Task description >> The answer is to be an exact copy of the lines below running from the line with "for name, values" down to the line with "pytest.approx(1000 * 16)", both ends included, and nothing more.

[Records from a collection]
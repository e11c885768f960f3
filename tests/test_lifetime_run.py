"""Lifetime wired into runs, Python and the CLI.

Checks against hand arithmetic, closed forms, scipy and published figures;
each names its source.  Small line counts keep them fast.
"""
from __future__ import annotations

import json
import os
import subprocess
import sys
from pathlib import Path

import numpy as np
import pytest
from scipy import stats
from scipy.special import betaincinv

from memsim.errors import ConfigError
from memsim.experiment.build import build_path
from memsim.experiment.lifetime import lifetime
from memsim.experiment.run import resolve
from memsim.experiment.wear_life import leveling_cycle_writes, lifetime_fields, wear_tables
from memsim.experiment.wear_profile import pooled_profile
from memsim.metrics.death_law import DeathLaw, cell_cdf, device_deaths
from memsim.policy.leveling import make_leveler
from memsim.tech.endurance import EnduranceModel, line_death_wear
from memsim.units import S_PER_YEAR
from memsim.workload.attacks import attack_stream
from memsim.workload.content import DataModel
from memsim.workload.synthetic import AddressPattern

ROOT = Path(__file__).resolve().parents[1]
GIB = 2**30


def small(lines: int = 32, scale: int = 1, **sections: dict) -> dict:
    """A config of ``lines`` modeled lines, each standing for ``scale`` device lines."""
    cfg = {
        "run": {"seed": 3},
        "array": {"lines": lines, "capacity_gib": lines * scale * 64 / GIB},
        "workload": {"read_fraction": 0.0, "requests": 1000},
        "write": {"scheme": "full_line"},
        "cell": {"endurance_cov": 0.0},
    }
    for name, values in sections.items():
        cfg.setdefault(name, {}).update(values)
    return cfg


# ---------------------------------------------------------------- arithmetic


def test_ideal_years_at_2_gbps_hand_computed() -> None:
    # 1 GiB device, endurance 1e8 writes per cell, 2 GB/s of line writes:
    # ideal = 1e8 * 2**30 B / 2e9 B/s = 5.36870912e7 s = 1.70124 years of
    # 365.25 days.  Hand arithmetic (ideal = perfect leveling of full-line
    # writes, Qureshi et al., MICRO 2009).
    cfg = small(lines=256, array={"capacity_gib": 1.0}, cell={"endurance_mean": 1e8},
                lifetime={"window_writes": 20_000})
    r = lifetime(cfg, write_rate_gbps=2.0, method="extrapolated")
    assert r.summary["lifetime_ideal_years"] == pytest.approx(1.70124, abs=1e-5)
    assert r.summary["write_rate_source"] == "argument"
    # The timing-run fields use the same definition.
    c = resolve(cfg)
    path = build_path(c, np.random.default_rng(0))
    path.apply(np.arange(256))
    f = lifetime_fields(c, path, 2e9)
    assert f["lifetime_ideal_years"] == pytest.approx(1.70124, abs=1e-5)


def test_lifetime_fields_hand_case() -> None:
    # No leveling, full-line writes, endurance exactly 1000 writes, each
    # modeled line one device line.  Writes 0,0,0,1 repeated: line 0 takes 3
    # of every 4 user writes, so it dies after 1000 * 4 / 3 user writes;
    # at 64 B per write and 64 B/s that is 1333.3 s.  Hand arithmetic.
    # The stream is deterministic (no counting noise): allow the short run.
    cfg = resolve(small(lines=16, cell={"endurance_mean": 1000.0}, lifetime={"timing_max_noise": 1.0}))
    path = build_path(cfg, np.random.default_rng(0))
    for _ in range(50):
        path.apply(np.array([0, 0, 0, 1]))
    f = lifetime_fields(cfg, path, 64.0)
    assert f["lifetime_years"] * S_PER_YEAR == pytest.approx(1000 * 4 / 3)
    assert f["lifetime_ideal_years"] * S_PER_YEAR == pytest.approx(1000 * 16)
    assert f["wear_max_over_mean"] == pytest.approx(150 / (200 / 16))
    assert f["write_rate_source"] == "run"
    # The config's rate wins over the run's when it is set.
    cfg2 = resolve(small(lines=16, cell={"endurance_mean": 1000.0},
                         lifetime={"write_rate_gbps": 1.0, "timing_max_noise": 1.0}))
    f2 = lifetime_fields(cfg2, path, 64.0)
    assert f2["write_rate_source"] == "config"
    assert f2["lifetime_years"] == pytest.approx(f["lifetime_years"] * 64 / 1e9)


def test_write_rate_scales_years_inversely() -> None:
    # years = writes * bytes / rate: 4x the rate, a quarter of the years
    # (hand arithmetic).
    cfg = small(lines=64, cell={"endurance_cov": 0.2}, lifetime={"window_writes": 200_000})
    a = lifetime(cfg, write_rate_gbps=1.0, method="extrapolated").summary
    b = lifetime(cfg, write_rate_gbps=4.0, method="extrapolated").summary
    for key in ("lifetime_years", "lifetime_first_failure_years", "lifetime_ideal_years"):
        assert a[key] == pytest.approx(4 * b[key], rel=1e-12), key
    assert a["lifetime_vs_ideal"] == pytest.approx(b["lifetime_vs_ideal"], rel=1e-12)


# ---------------------------------------------------------------- published


@pytest.mark.parametrize("pattern", ["uniform", "zipf"])
def test_randomized_start_gap_is_near_ideal(pattern: str) -> None:
    # Qureshi et al., MICRO 2009 report randomized Start-Gap within a few
    # percent of perfect wear leveling (~97%, from memory).  No endurance
    # spread and full-line writes isolate the leveling.  Window: 20 Start-Gap
    # rotations of N (N+1) psi writes, ~64k writes per line (0.4% counting
    # noise).  Upper bound: all writes, moves included, spread over N+1
    # lines, (N+1)/N / (1 + 1/psi).
    n, psi = 32, 100
    cfg = small(lines=n, workload={"pattern": pattern}, leveling={"scheme": "randomized_start_gap", "psi": psi},
                lifetime={"window_writes": 20 * n * (n + 1) * psi})
    s = lifetime(cfg, write_rate_gbps=1.0, method="extrapolated").summary
    assert s["lifetime_window_cycles"] == pytest.approx(20.0)
    assert 0.95 <= s["lifetime_vs_ideal"] <= (n + 1) / n / (1 + 1 / psi) + 1e-9
    assert s["leveling_write_overhead"] == pytest.approx(1 / psi, rel=1e-3)
    if pattern == "zipf":
        # Without leveling the hottest line of Zipf(1) over N lines takes
        # 1 / H_N of the writes, so lifetime / ideal = H_N / N (closed form).
        s0 = lifetime(cfg, write_rate_gbps=1.0, method="extrapolated", leveling__scheme="none").summary
        h_n = (1.0 / np.arange(1, n + 1)).sum()
        assert s0["lifetime_vs_ideal"] == pytest.approx(h_n / n, rel=0.03)


def test_repeated_address_without_leveling_fails_in_seconds() -> None:
    # An unprotected line hammered by one program fails in about a minute or
    # less (Qureshi et al., MICRO 2009; Seong et al., ISCA 2010; from
    # memory).  Closed form: one line takes every write, dies after E
    # full-line writes: E * 64 B / rate = 1e8 * 64 / 1e9 = 6.4 s.  The attack
    # is focused: it is not spread over the device lines a modeled line
    # stands for.
    cfg = small(lines=64, scale=4096, workload={"pattern": "repeated_address", "attack_line": 5},
                cell={"endurance_mean": 1e8}, lifetime={"window_writes": 100_000})
    s = lifetime(cfg, write_rate_gbps=1.0, method="extrapolated").summary
    seconds = s["lifetime_years"] * S_PER_YEAR
    assert s["lifetime_traffic"] == "focused"
    assert seconds == pytest.approx(6.4, rel=1e-9)
    assert seconds < 60
    # Against the ideal of the whole device (64 * 4096 lines): 1 / lines.
    assert s["lifetime_vs_ideal"] == pytest.approx(1 / (64 * 4096), rel=1e-9)
    # Start-Gap moves the hammered line: orders of magnitude longer
    # (Qureshi et al., MICRO 2009).
    # Closed form derived from the algorithm: per rotation of N (N+1) psi
    # writes each line hosts the attacked line for (N+1) psi writes and gets
    # N gap moves, so it dies after E N (N+1) psi / ((N+1) psi + N) writes.
    n, psi = 64, 4
    s2 = lifetime(cfg, write_rate_gbps=1.0, method="extrapolated",
                  leveling__scheme="start_gap", leveling__psi=psi,
                  lifetime__window_writes=4 * n * (n + 1) * psi).summary
    expect = 1e8 * n * (n + 1) * psi / ((n + 1) * psi + n) * 64 / 1e9
    assert s2["lifetime_years"] * S_PER_YEAR == pytest.approx(expect, rel=0.05)
    assert s2["lifetime_years"] > 30 * s["lifetime_years"]


def test_data_comparison_outlives_full_line() -> None:
    # Data-comparison write programs only changed cells: on random data half
    # of them, 2 p (1 - p) = 0.5 (binomial arithmetic; Zhou et al., ISCA
    # 2009 and Yang et al., ISCAS 2007 for the method).  With the same stream
    # and cells, death wear is the cell endurance divided by the program
    # probability, so lifetime scales by 1 / q exactly.
    base = small(lines=64, scale=16, cell={"endurance_cov": 0.2}, lifetime={"window_writes": 300_000})
    full = lifetime(base, write_rate_gbps=1.0, method="extrapolated").summary
    dc = lifetime(base, write_rate_gbps=1.0, method="extrapolated", write__scheme="data_comparison").summary
    q = dc["lifetime_cells_per_write"] / 512
    assert full["lifetime_cells_per_write"] == 512
    assert q == pytest.approx(DataModel("random", 64).expected_changed_fraction(), abs=0.01)
    assert dc["lifetime_years"] > 1.8 * full["lifetime_years"]
    assert dc["lifetime_years"] == pytest.approx(full["lifetime_years"] / q, rel=1e-3)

Exercise solution >>
    for name, values in sections.items():
        cfg.setdefault(name, {}).update(values)
    return cfg


# ---------------------------------------------------------------- arithmetic


def test_ideal_years_at_2_gbps_hand_computed() -> None:
    # 1 GiB device, endurance 1e8 writes per cell, 2 GB/s of line writes:
    # ideal = 1e8 * 2**30 B / 2e9 B/s = 5.36870912e7 s = 1.70124 years of
    # 365.25 days.  Hand arithmetic (ideal = perfect leveling of full-line
    # writes, Qureshi et al., MICRO 2009).
    cfg = small(lines=256, array={"capacity_gib": 1.0}, cell={"endurance_mean": 1e8},
                lifetime={"window_writes": 20_000})
    r = lifetime(cfg, write_rate_gbps=2.0, method="extrapolated")
    assert r.summary["lifetime_ideal_years"] == pytest.approx(1.70124, abs=1e-5)
    assert r.summary["write_rate_source"] == "argument"
    # The timing-run fields use the same definition.
    c = resolve(cfg)
    path = build_path(c, np.random.default_rng(0))
    path.apply(np.arange(256))
    f = lifetime_fields(c, path, 2e9)
    assert f["lifetime_ideal_years"] == pytest.approx(1.70124, abs=1e-5)


def test_lifetime_fields_hand_case() -> None:
    # No leveling, full-line writes, endurance exactly 1000 writes, each
    # modeled line one device line.  Writes 0,0,0,1 repeated: line 0 takes 3
    # of every 4 user writes, so it dies after 1000 * 4 / 3 user writes;
    # at 64 B per write and 64 B/s that is 1333.3 s.  Hand arithmetic.
    # The stream is deterministic (no counting noise): allow the short run.
    cfg = resolve(small(lines=16, cell={"endurance_mean": 1000.0}, lifetime={"timing_max_noise": 1.0}))
    path = build_path(cfg, np.random.default_rng(0))
    for _ in range(50):
        path.apply(np.array([0, 0, 0, 1]))
    f = lifetime_fields(cfg, path, 64.0)
    assert f["lifetime_years"] * S_PER_YEAR == pytest.approx(1000 * 4 / 3)
    assert f["lifetime_ideal_years"] * S_PER_YEAR == pytest.approx(1000 * 16)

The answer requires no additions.